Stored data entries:

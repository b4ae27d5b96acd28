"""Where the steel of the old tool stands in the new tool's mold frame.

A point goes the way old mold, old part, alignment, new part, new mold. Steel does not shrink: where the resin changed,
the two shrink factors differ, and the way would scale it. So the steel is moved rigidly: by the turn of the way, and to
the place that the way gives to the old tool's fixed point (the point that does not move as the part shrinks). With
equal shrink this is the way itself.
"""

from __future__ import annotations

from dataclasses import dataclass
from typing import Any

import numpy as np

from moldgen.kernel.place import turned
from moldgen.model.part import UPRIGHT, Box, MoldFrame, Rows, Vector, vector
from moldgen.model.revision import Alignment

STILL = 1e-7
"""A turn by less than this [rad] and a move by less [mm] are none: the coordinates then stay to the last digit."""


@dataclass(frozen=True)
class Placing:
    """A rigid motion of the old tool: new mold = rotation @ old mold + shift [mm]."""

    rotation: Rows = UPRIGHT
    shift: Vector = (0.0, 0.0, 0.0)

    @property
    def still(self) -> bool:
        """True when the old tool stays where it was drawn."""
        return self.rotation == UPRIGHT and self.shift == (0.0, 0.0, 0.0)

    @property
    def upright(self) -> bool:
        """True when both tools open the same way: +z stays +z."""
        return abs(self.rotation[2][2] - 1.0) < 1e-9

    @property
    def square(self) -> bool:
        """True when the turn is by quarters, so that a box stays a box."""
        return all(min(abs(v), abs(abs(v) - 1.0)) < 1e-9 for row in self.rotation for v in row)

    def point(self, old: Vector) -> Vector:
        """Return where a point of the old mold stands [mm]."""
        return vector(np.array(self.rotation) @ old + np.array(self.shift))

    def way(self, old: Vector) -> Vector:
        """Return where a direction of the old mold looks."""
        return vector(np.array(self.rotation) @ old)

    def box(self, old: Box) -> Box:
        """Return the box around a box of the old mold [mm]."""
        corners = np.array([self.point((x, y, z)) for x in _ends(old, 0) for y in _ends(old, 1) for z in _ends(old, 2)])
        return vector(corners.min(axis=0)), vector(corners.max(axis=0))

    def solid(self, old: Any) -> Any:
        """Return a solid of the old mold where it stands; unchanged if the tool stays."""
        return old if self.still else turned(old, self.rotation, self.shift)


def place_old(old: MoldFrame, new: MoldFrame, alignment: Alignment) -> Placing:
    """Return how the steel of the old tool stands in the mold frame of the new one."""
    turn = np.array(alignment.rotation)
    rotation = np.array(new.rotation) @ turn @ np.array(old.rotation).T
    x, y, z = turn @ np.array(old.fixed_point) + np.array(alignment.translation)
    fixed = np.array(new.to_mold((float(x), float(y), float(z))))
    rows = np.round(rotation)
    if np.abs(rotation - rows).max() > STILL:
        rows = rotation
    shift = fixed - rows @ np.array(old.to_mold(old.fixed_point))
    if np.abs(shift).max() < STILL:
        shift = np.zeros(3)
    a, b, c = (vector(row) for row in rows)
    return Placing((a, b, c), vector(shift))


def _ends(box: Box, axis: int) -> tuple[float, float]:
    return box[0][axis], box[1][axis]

Exercise: Take the records above and return, word for word, only the lines that fall from the line with "from __future__ import annotations" to the line with "STILL = 1e-7", both of them included.

Written solution:
from __future__ import annotations

from dataclasses import dataclass
from typing import Any

import numpy as np

from moldgen.kernel.place import turned
from moldgen.model.part import UPRIGHT, Box, MoldFrame, Rows, Vector, vector
from moldgen.model.revision import Alignment

STILL = 1e-7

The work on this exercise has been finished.